Search code examples
elasticsearchlucenenest

Elasticsearch synonym issue


I've had a look on the other questions surrounding this problem but it doesn't seem to help.

I'm having to change an input of "i phone" or "i Phone" to query "iPhone" in Elasticsearch.

As you can see, I have tried most everything I can think of, including simply "phone => iPhone" and leaving the "i" in there to hang around and possibly add it to the stopwords.

I've tried using "simple", "keyword", "standard" and "whitespace" for my custom analyzer.

Can anyone spot where I've gone wrong, this is the last problem before I can finish my project so it'd be appreciated.
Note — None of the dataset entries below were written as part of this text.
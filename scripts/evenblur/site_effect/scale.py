"""Activity scale against the truth: what a uniform phantom measured over what it was filled with. Nothing is corrected.

Half-lives: ICRP Publication 107, Nuclear Decay Data for Dosimetric Calculations (2008).
"""

import datetime
from collections.abc import Mapping
from typing import Any

HALF_LIFE_S = {
    "C11": 20.39 * 60,
    "N13": 9.965 * 60,
    "O15": 122.24,
    "F18": 109.77 * 60,
    "Cu64": 12.700 * 3600,
    "Ga68": 67.71 * 60,
    "Ge68": 270.95 * 86400,
    "Zr89": 78.41 * 3600,
    "Tc99m": 6.015 * 3600,
    "In111": 2.8047 * 86400,
    "I123": 13.27 * 3600,
    "I124": 4.1760 * 86400,
    "Lu177": 6.647 * 86400,
    "Y90": 64.10 * 3600,
}
"""Half-lives in seconds by radionuclide."""

KBQ_ML_PER_UNIT = {"bq/ml": 0.001, "bqml": 0.001, "kbq/ml": 1.0, "mbq/ml": 1000.0, "bq/cc": 0.001, "kbq/cc": 1.0}
"""Units of activity concentration, in lower case, as kBq/mL."""

Record = Mapping[str, Any]


def radionuclide_key(name: str) -> str | None:
    """The key of `HALF_LIFE_S` for a radionuclide as people write it; None where it is not listed.

    >>> radionuclide_key("F-18"), radionuclide_key("18F"), radionuclide_key("tc-99m"), radionuclide_key("U235")
    ('F18', 'F18', 'Tc99m', None)
    """
    plain = "".join(sign for sign in name if sign.isalnum()).lower()
    for key in HALF_LIFE_S:
        letters = key.rstrip("m0123456789").lower() if key != "Tc99m" else "tc"
        numbers = key.lower()[len(letters) :]
        if plain in (letters + numbers, numbers + letters):
            return key
    return None


def decayed(kbq_ml: float, *, seconds: float, half_life_s: float) -> float:
    """Activity concentration (kBq/mL) after this time; a negative time goes back.

    >>> decayed(20.0, seconds=3600.0, half_life_s=3600.0)
    10.0
    """
    return float(kbq_ml * 2.0 ** (-seconds / half_life_s))


def scale_entry(
    *,
    phantom: str,
    period: str,
    details: Record,
    radionuclide: str | None,
    inside: float | None,
    units: str | None,
    sidecar: Record,
    acquired: datetime.date,
) -> dict[str, Any]:
    """Measured over true activity concentration of a uniform phantom, or why it was not computed.

    Parameters
    ----------
    phantom, period
        Labels.
    details
        `true_kbq_ml` at `reference_time`, and optionally `image_time`, the time that the image's values refer to.
    radionuclide
        What it was filled with.
    inside
        The fitted level inside it, in the image's unit.
    units
        The image's unit, by its header or sidecar.
    sidecar
        BIDS fields of the sidecar: `TimeZero`, `ImageDecayCorrected`, `ImageDecayCorrectionTime`; taken where the
        details give no `image_time`.
    acquired
        Day of the scan.

    Returns
    -------
    dict
        `phantom`, `period`, `measured_kbq_ml`, `true_kbq_ml` (decayed to the image's time), `ratio`, `why`.
    """
    entry: dict[str, Any] = {"phantom": phantom, "period": period, "measured_kbq_ml": None, "true_kbq_ml": None}
    entry |= {"ratio": None, "why": None}
    factor = KBQ_ML_PER_UNIT.get(str(units or "").replace(" ", "").lower())
    if inside is None:
        return {**entry, "why": "the phantom gave no level inside it"}
    if factor is None:
        told = f"the image's unit is {units}" if units else "neither header nor sidecar tells the image's unit"
        return {**entry, "why": f"{told}, and only Bq/mL, kBq/mL and MBq/mL can be compared"}
    entry["measured_kbq_ml"] = float(f"{inside * factor:.6g}")
    true = float(details["true_kbq_ml"])
    reference = details.get("reference_time")
    if reference is None:
        return {**entry, "why": "the details give no reference_time of true_kbq_ml"}
    key = radionuclide_key(radionuclide or "")
    if key is None:
        told = f"{radionuclide} has no half-life in the list" if radionuclide else "the table names no radionuclide"
        return {**entry, "why": told}
    at, why = _image_time(details, sidecar, acquired)
    if at is None:
        return {**entry, "why": why}
    seconds = (at - datetime.datetime.fromisoformat(str(reference))).total_seconds()
    entry["true_kbq_ml"] = float(f"{decayed(true, seconds=seconds, half_life_s=HALF_LIFE_S[key]):.6g}")
    if not entry["true_kbq_ml"] > 0:
        return {**entry, "why": "nothing of the filling was left at the image's time"}
    return {**entry, "ratio": round(entry["measured_kbq_ml"] / entry["true_kbq_ml"], 4)}


def _image_time(
    details: Record, sidecar: Record, acquired: datetime.date
) -> tuple[datetime.datetime | None, str | None]:
    """The time that the image's values refer to."""
    if details.get("image_time") is not None:
        return datetime.datetime.fromisoformat(str(details["image_time"])), None
    zero, offset = sidecar.get("TimeZero"), sidecar.get("ImageDecayCorrectionTime")
    if sidecar.get("ImageDecayCorrected") is not True or not isinstance(zero, str) or not _is_number(offset):
        return None, (
            "the details give no image_time, and no sidecar tells TimeZero and ImageDecayCorrectionTime of a decay-"
            "corrected image"
        )
    try:
        start = datetime.time.fromisoformat(zero)
    except ValueError:
        return None, "the sidecar's TimeZero is no time of day"
    day = datetime.datetime.combine(acquired, start.replace(tzinfo=None))
    return day + datetime.timedelta(seconds=float(offset or 0.0)), None


def _is_number(value: Any) -> bool:
    return isinstance(value, int | float) and not isinstance(value, bool)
Thanks

P.S. Bonus points if you include how I can do auto suggest on inputs, thanks

Below is my code

public static CreateIndexDescriptor GetMasterProductDescriptor(string indexName = "shopmaster")
        {
            var indexDescriptor = new CreateIndexDescriptor(indexName)
                .Settings(s => s
                            .Analysis(a => a
                                .TokenFilters(t => t
                                    .Stop("my_stop", st => st
                                        .StopWords("_english_", "new", "cheap")
                                        .RemoveTrailing()
                                    )
                                    .Synonym("my_synonym", st => st
                                        .Synonyms(
                                            "phone => iPhone"
                                        //"i phone => iPhone",
                                        //"i Phone => iPhone"
                                        )
                                    )
                                    .Snowball("my_snowball", st => st
                                        .Language(SnowballLanguage.English)
                                    )
                                )
                                .Analyzers(an => an
                                    .Custom("my_analyzer", ca => ca
                                        .Tokenizer("simple")
                                        .Filters(
                                            "lowercase",
                                            "my_stop",
                                            "my_snowball",
                                            "my_synonym"
                                        )
                                    )
                                )
                            )
                        )
                .Mappings(
                    ms => ms.Map<MasterProduct>(
                        m => m.AutoMap()
                            .Properties(
                                ps => ps
                                    .Nested<MasterProductAttributes>(p => p.Name(n => n.MasterAttributes))
                                    .Nested<MasterProductAttributes>(p => p.Name(n => n.ProductAttributes))
                                    .Nested<MasterProductAttributeType>(p => p.Name(n => n.MasterAttributeTypes))
                                    .Nested<Feature>(p => p.Name(n => n.Features))
                                    .Nested<RelatedProduct>(p => p.Name(n => n.RelatedProducts))
                                    .Nested<MasterProductItem>(
                                        p => p.Name(
                                                n => n.Products
                                            )
                                            .Properties(prop => prop.Boolean(
                                                b => b.Name(n => n.InStock)
                                            ))
                                    )
                                    .Boolean(b => b.Name(n => n.InStock))
                                    .Number(t => t.Name(n => n.UnitsSold).Type(NumberType.Integer))
                                    .Text(
                                        tx => tx.Name(e => e.ManufacturerName)
                                            .Fields(fs => fs.Keyword(ss => ss.Name("manufacturer"))
                                                    .TokenCount(t => t.Name("MasterProductId")
                                                            .Analyzer("my_analyzer")
                                                    )
                                            )
                                            .Fielddata())
                                    //.Completion(cm=>cm.Analyzer("my_analyser")
                                    )
                    )
                );
            return indexDescriptor;
        }

Solution

  • The order of your filters matters!

    You are applying lowercase, then a stemmer (snowball) then synonyms. You synonyms contain capital letters, but by the time they are applied, lowercasing has already occurred. It's a good idea to apply lowercasing first, to make sure case doesn't affect matching of the synonyms, but your replacements, in the that case, shouldn't have caps.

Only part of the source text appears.